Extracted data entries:
-------

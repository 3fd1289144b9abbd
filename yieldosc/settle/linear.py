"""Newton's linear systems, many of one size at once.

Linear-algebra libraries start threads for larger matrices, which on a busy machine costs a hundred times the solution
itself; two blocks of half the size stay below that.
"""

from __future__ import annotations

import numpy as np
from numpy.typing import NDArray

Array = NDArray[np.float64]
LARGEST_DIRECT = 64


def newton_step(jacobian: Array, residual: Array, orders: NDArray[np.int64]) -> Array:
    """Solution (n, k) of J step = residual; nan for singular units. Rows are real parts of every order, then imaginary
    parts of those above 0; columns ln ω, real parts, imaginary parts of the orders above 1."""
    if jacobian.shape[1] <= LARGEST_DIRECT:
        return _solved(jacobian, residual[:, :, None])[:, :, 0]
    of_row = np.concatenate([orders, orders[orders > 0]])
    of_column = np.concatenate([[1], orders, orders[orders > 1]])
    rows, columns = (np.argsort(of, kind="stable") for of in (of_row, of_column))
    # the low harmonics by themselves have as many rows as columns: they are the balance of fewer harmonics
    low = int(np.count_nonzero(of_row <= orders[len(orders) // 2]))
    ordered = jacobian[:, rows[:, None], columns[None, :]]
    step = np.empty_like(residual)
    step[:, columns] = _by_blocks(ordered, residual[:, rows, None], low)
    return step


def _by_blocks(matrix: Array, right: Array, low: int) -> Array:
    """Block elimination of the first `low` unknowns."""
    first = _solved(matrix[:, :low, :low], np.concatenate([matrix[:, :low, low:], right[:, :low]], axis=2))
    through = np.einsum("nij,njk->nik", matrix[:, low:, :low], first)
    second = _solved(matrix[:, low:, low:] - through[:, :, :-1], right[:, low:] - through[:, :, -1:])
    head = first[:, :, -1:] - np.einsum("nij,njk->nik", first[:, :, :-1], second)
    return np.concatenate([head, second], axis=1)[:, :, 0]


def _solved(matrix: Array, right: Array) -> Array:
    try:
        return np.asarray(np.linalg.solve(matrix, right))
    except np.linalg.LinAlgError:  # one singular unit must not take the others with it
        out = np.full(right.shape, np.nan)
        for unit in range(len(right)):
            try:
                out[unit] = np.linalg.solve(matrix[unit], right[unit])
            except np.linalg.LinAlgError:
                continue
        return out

-------

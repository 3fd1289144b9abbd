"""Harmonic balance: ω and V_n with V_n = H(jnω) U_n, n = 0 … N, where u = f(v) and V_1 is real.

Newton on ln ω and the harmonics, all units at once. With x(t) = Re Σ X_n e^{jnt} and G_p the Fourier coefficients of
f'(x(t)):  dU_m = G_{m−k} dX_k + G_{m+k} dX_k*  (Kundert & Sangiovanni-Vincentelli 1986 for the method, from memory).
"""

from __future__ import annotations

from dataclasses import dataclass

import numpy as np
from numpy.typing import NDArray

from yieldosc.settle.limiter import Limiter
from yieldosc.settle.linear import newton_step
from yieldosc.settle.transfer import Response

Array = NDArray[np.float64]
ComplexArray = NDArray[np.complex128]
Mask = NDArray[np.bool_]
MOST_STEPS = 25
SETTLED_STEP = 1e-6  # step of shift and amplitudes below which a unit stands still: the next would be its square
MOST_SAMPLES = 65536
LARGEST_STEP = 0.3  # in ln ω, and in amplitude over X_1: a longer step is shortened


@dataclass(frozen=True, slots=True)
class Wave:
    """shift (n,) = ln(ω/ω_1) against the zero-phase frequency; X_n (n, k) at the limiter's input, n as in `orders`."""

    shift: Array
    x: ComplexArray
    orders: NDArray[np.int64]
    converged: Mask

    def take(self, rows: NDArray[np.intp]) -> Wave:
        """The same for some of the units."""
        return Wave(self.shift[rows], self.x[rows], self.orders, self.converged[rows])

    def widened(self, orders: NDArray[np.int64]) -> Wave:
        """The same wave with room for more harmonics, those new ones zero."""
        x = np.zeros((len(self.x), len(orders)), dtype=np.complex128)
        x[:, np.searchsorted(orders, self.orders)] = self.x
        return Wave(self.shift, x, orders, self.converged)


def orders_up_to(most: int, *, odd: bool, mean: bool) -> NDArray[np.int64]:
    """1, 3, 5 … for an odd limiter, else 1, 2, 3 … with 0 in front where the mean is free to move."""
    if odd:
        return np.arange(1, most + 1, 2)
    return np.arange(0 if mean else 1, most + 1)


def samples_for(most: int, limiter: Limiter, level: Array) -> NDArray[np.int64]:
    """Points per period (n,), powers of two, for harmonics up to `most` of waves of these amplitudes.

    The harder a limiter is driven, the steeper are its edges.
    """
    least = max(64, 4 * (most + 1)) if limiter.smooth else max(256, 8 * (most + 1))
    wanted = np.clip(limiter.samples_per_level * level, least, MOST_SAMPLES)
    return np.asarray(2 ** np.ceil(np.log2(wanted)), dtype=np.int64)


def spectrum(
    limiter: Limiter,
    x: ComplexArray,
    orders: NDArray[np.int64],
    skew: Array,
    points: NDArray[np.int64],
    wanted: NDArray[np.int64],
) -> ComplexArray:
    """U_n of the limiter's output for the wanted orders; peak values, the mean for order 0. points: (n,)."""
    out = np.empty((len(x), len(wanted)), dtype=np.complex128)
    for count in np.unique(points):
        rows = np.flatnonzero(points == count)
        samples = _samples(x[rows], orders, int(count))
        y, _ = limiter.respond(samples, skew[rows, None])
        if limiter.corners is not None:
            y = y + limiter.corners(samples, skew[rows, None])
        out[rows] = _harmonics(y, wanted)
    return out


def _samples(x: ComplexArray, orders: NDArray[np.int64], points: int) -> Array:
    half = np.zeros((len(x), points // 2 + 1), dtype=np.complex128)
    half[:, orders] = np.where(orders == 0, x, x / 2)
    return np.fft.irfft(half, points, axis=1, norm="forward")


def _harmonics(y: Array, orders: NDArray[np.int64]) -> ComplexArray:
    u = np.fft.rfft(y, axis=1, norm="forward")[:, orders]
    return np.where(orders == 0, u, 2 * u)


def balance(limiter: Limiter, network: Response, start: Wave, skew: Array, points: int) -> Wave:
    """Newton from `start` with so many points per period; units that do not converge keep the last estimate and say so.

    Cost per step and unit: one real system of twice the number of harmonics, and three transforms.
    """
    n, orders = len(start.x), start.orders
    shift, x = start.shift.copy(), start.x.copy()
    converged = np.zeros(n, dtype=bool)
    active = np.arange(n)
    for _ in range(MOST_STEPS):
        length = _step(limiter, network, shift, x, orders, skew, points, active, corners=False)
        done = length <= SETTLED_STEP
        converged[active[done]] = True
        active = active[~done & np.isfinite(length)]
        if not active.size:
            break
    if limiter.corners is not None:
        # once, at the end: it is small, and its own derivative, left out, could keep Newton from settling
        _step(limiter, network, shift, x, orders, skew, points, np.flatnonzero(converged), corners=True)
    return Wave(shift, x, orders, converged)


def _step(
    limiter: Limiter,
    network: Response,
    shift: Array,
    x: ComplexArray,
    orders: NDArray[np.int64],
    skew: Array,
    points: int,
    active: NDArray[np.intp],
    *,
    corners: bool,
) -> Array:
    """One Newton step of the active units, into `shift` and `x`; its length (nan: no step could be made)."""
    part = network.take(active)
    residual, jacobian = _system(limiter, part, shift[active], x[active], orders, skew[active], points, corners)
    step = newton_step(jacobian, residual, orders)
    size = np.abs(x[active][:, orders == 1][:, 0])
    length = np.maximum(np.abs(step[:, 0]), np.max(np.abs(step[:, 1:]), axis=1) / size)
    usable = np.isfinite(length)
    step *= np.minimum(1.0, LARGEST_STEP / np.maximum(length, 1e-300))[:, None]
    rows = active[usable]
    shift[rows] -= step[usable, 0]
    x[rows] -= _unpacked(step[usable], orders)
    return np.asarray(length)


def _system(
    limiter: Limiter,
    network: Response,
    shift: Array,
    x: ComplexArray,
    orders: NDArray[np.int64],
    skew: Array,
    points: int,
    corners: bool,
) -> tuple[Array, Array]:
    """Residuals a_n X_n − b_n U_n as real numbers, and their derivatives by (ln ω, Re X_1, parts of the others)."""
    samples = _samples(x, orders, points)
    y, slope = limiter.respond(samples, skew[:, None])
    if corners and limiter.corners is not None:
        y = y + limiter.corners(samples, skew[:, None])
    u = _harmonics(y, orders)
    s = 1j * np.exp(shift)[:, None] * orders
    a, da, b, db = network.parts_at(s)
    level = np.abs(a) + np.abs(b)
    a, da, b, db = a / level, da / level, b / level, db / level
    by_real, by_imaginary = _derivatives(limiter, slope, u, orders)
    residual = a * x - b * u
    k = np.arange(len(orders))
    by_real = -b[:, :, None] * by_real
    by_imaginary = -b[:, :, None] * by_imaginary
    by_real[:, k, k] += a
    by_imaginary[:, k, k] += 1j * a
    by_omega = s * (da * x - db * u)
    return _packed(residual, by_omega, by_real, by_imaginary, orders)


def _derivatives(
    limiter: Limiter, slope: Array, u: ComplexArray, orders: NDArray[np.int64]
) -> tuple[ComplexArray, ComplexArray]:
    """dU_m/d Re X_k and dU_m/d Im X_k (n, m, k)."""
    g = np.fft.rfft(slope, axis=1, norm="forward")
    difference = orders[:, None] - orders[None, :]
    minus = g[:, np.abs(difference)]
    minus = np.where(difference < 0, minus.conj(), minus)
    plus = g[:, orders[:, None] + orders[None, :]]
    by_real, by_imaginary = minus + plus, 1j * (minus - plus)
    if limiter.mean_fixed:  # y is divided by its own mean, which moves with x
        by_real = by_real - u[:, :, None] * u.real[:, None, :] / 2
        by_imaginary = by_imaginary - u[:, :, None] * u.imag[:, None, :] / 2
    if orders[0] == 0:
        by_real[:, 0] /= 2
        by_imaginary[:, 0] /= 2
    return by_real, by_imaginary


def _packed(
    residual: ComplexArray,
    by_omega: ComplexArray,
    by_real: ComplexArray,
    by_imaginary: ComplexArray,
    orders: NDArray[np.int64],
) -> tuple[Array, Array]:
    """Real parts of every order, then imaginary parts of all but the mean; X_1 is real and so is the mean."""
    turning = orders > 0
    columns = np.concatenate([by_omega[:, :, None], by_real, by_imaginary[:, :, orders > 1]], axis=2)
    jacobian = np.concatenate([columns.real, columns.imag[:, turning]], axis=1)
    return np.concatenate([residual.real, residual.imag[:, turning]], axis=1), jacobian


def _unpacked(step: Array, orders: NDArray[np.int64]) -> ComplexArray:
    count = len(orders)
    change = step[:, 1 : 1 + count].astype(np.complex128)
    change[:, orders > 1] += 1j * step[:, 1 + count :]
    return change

-------

» Task objective
Scan the lines above for "of these amplitudes." and for "points, active, corners=False)". Repeat exactly the line holding each of them and every line in between.

» Exercise answer
    """Points per period (n,), powers of two, for harmonics up to `most` of waves of these amplitudes.

    The harder a limiter is driven, the steeper are its edges.
    """
    least = max(64, 4 * (most + 1)) if limiter.smooth else max(256, 8 * (most + 1))
    wanted = np.clip(limiter.samples_per_level * level, least, MOST_SAMPLES)
    return np.asarray(2 ** np.ceil(np.log2(wanted)), dtype=np.int64)


def spectrum(
    limiter: Limiter,
    x: ComplexArray,
    orders: NDArray[np.int64],
    skew: Array,
    points: NDArray[np.int64],
    wanted: NDArray[np.int64],
) -> ComplexArray:
    """U_n of the limiter's output for the wanted orders; peak values, the mean for order 0. points: (n,)."""
    out = np.empty((len(x), len(wanted)), dtype=np.complex128)
    for count in np.unique(points):
        rows = np.flatnonzero(points == count)
        samples = _samples(x[rows], orders, int(count))
        y, _ = limiter.respond(samples, skew[rows, None])
        if limiter.corners is not None:
            y = y + limiter.corners(samples, skew[rows, None])
        out[rows] = _harmonics(y, wanted)
    return out


def _samples(x: ComplexArray, orders: NDArray[np.int64], points: int) -> Array:
    half = np.zeros((len(x), points // 2 + 1), dtype=np.complex128)
    half[:, orders] = np.where(orders == 0, x, x / 2)
    return np.fft.irfft(half, points, axis=1, norm="forward")


def _harmonics(y: Array, orders: NDArray[np.int64]) -> ComplexArray:
    u = np.fft.rfft(y, axis=1, norm="forward")[:, orders]
    return np.where(orders == 0, u, 2 * u)


def balance(limiter: Limiter, network: Response, start: Wave, skew: Array, points: int) -> Wave:
    """Newton from `start` with so many points per period; units that do not converge keep the last estimate and say so.

    Cost per step and unit: one real system of twice the number of harmonics, and three transforms.
    """
    n, orders = len(start.x), start.orders
    shift, x = start.shift.copy(), start.x.copy()
    converged = np.zeros(n, dtype=bool)
    active = np.arange(n)
    for _ in range(MOST_STEPS):
        length = _step(limiter, network, shift, x, orders, skew, points, active, corners=False)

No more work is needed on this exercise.